#### YOUR GOAL:
Transcribe exactly, and only, the lines from the one containing "designs (one batched" through the last line of the data.
*** Opening EXTRACTED DATA ***
def solve_designs(stack, columns, *, spectrum=None, suns=None, temperature_K=None, light=None, reuse=None):
    """Solve B designs at once: ``columns`` maps ``element.key`` -> (B,) values. ``light``: the
    study's spectrum at one sun, already read (:func:`resolved_light`); None reads it here.

    Returns a dict of (B,) arrays: the RESULT_COLUMNS, ``<subcell>.photocurrent_mA_cm2`` for
    every subcell, ``limiting_subcell`` and ``regime``.
    """
    notice_compiling()
    from siltandem.stack.options import check_conditions

    suns, temperature_K = check_conditions(suns=suns, temperature_K=temperature_K)
    if stack.layers and columns:
        return _solve_layer_designs(stack, columns, spectrum=spectrum, suns=suns,
                                    temperature_K=temperature_K, light=light, reuse=reuse)
    conditions = stack.conditions
    changes = {k: v for k, v in (("spectrum", spectrum), ("suns", suns),
                                 ("temperature_K", temperature_K)) if v is not None}
    conditions = replace(conditions, **changes)
    light = study_light(stack, spectrum=spectrum, suns=conditions.suns, light=light)
    circuit = illuminate(compile_stack(replace(with_values(stack, columns),
                                               conditions=conditions)), light)
    size = max([1] + [np.size(v) for v in columns.values()])
    return circuit_results(circuit, size, light)


def circuit_results(circuit, size, light):
    """The study's result columns of an illuminated circuit of ``size`` designs (one batched
    solve): a dict of (size,) arrays, as :func:`solve_designs` returns."""
    conditions = circuit.conditions
    out = {}
    total = np.zeros(size)
    with warnings.catch_warnings():
        warnings.simplefilter("ignore", RuntimeWarning)
        # luminescent coupling across strings (4 terminals) needs the strings in turn
        _, solutions = solve_strings(circuit.strings, circuit.subcells, conditions.temperature_K)
    for solution in solutions:
        total = total + np.broadcast_to(solution.mpp_W_m2, (size,))
    out["efficiency_pct"] = 100 * total / light.irradiance_W_m2
    first = solutions[0]
    if len(solutions) == 1:
        out["voc_V"] = np.broadcast_to(first.voc_V, (size,)).copy()
        out["jsc_mA_cm2"] = units.ma_cm2(np.broadcast_to(first.jsc_A_m2, (size,)))
        out["fill_factor_pct"] = 100 * np.broadcast_to(first.fill_factor, (size,))
        out["mpp_V"] = np.broadcast_to(first.mpp_V, (size,)).copy()
        out["mpp_mA_cm2"] = units.ma_cm2(np.broadcast_to(first.mpp_A_m2, (size,)))
    else:
        for key in RESULT_COLUMNS[1:]:
            out[key] = np.full(size, np.nan)
    for cell in circuit.subcells:
        out[f"{cell.name}.photocurrent_mA_cm2"] = units.ma_cm2(
            np.broadcast_to(cell.photocurrent_A_m2[:, 0], (size,)))
    pilot = [s for s in circuit.strings[0] if s.kind == "subcell"]
    out["limiting_subcell"] = np.array([pilot[i].name for i in
                                        np.broadcast_to(first.pilot_index, (size,))],
                                       dtype=object)
    out["regime"] = np.broadcast_to(np.asarray(first.regime, dtype=object), (size,)).copy()
    return out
*** Closing EXTRACTED DATA ***
#### WRITTEN RESPONSE:
    """The study's result columns of an illuminated circuit of ``size`` designs (one batched
    solve): a dict of (size,) arrays, as :func:`solve_designs` returns."""
    conditions = circuit.conditions
    out = {}
    total = np.zeros(size)
    with warnings.catch_warnings():
        warnings.simplefilter("ignore", RuntimeWarning)
        # luminescent coupling across strings (4 terminals) needs the strings in turn
        _, solutions = solve_strings(circuit.strings, circuit.subcells, conditions.temperature_K)
    for solution in solutions:
        total = total + np.broadcast_to(solution.mpp_W_m2, (size,))
    out["efficiency_pct"] = 100 * total / light.irradiance_W_m2
    first = solutions[0]
    if len(solutions) == 1:
        out["voc_V"] = np.broadcast_to(first.voc_V, (size,)).copy()
        out["jsc_mA_cm2"] = units.ma_cm2(np.broadcast_to(first.jsc_A_m2, (size,)))
        out["fill_factor_pct"] = 100 * np.broadcast_to(first.fill_factor, (size,))
        out["mpp_V"] = np.broadcast_to(first.mpp_V, (size,)).copy()
        out["mpp_mA_cm2"] = units.ma_cm2(np.broadcast_to(first.mpp_A_m2, (size,)))
    else:
        for key in RESULT_COLUMNS[1:]:
            out[key] = np.full(size, np.nan)
    for cell in circuit.subcells:
        out[f"{cell.name}.photocurrent_mA_cm2"] = units.ma_cm2(
            np.broadcast_to(cell.photocurrent_A_m2[:, 0], (size,)))
    pilot = [s for s in circuit.strings[0] if s.kind == "subcell"]
    out["limiting_subcell"] = np.array([pilot[i].name for i in
                                        np.broadcast_to(first.pilot_index, (size,))],
                                       dtype=object)
    out["regime"] = np.broadcast_to(np.asarray(first.regime, dtype=object), (size,)).copy()
    return out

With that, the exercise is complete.